-- Work instruction --
Here the answer should be the line with "differences / sqrt(paths))." and all the lines after it through the end of the listing, each repeated exactly, and no other text.

------------------------------------------------------------

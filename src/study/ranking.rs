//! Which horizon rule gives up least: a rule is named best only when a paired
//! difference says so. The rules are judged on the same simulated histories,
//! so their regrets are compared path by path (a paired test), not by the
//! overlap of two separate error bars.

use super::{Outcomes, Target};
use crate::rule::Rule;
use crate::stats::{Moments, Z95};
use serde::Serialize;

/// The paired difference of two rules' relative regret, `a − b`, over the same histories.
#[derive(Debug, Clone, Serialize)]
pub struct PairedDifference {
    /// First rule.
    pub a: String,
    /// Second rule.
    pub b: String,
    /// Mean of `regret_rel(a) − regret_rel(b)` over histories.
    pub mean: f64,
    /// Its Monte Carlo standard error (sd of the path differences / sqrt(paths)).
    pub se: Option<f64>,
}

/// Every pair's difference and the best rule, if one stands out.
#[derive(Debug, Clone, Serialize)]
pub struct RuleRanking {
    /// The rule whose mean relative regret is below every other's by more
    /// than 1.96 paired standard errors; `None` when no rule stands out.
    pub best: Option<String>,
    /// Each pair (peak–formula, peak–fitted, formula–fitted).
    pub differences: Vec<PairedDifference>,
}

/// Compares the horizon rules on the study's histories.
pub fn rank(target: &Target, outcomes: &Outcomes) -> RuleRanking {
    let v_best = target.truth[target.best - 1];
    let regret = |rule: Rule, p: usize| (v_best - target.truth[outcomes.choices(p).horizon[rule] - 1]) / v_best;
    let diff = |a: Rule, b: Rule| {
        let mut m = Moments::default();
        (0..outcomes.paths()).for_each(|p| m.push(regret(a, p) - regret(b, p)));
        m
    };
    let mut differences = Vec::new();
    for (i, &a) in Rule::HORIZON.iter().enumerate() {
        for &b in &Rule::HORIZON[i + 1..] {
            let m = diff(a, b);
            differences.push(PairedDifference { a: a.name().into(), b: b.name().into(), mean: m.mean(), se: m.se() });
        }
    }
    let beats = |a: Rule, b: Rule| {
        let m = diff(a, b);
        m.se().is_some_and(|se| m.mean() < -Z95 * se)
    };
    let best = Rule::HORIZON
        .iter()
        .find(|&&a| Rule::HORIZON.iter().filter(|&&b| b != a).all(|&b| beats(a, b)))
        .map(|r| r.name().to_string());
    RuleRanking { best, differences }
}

------------------------------------------------------------

-- Result for this task --
    /// Its Monte Carlo standard error (sd of the path differences / sqrt(paths)).
    pub se: Option<f64>,
}

/// Every pair's difference and the best rule, if one stands out.
#[derive(Debug, Clone, Serialize)]
pub struct RuleRanking {
    /// The rule whose mean relative regret is below every other's by more
    /// than 1.96 paired standard errors; `None` when no rule stands out.
    pub best: Option<String>,
    /// Each pair (peak–formula, peak–fitted, formula–fitted).
    pub differences: Vec<PairedDifference>,
}

/// Compares the horizon rules on the study's histories.
pub fn rank(target: &Target, outcomes: &Outcomes) -> RuleRanking {
    let v_best = target.truth[target.best - 1];
    let regret = |rule: Rule, p: usize| (v_best - target.truth[outcomes.choices(p).horizon[rule] - 1]) / v_best;
    let diff = |a: Rule, b: Rule| {
        let mut m = Moments::default();
        (0..outcomes.paths()).for_each(|p| m.push(regret(a, p) - regret(b, p)));
        m
    };
    let mut differences = Vec::new();
    for (i, &a) in Rule::HORIZON.iter().enumerate() {
        for &b in &Rule::HORIZON[i + 1..] {
            let m = diff(a, b);
            differences.push(PairedDifference { a: a.name().into(), b: b.name().into(), mean: m.mean(), se: m.se() });
        }
    }
    let beats = |a: Rule, b: Rule| {
        let m = diff(a, b);
        m.se().is_some_and(|se| m.mean() < -Z95 * se)
    };
    let best = Rule::HORIZON
        .iter()
        .find(|&&a| Rule::HORIZON.iter().filter(|&&b| b != a).all(|&b| beats(a, b)))
        .map(|r| r.name().to_string());
    RuleRanking { best, differences }
}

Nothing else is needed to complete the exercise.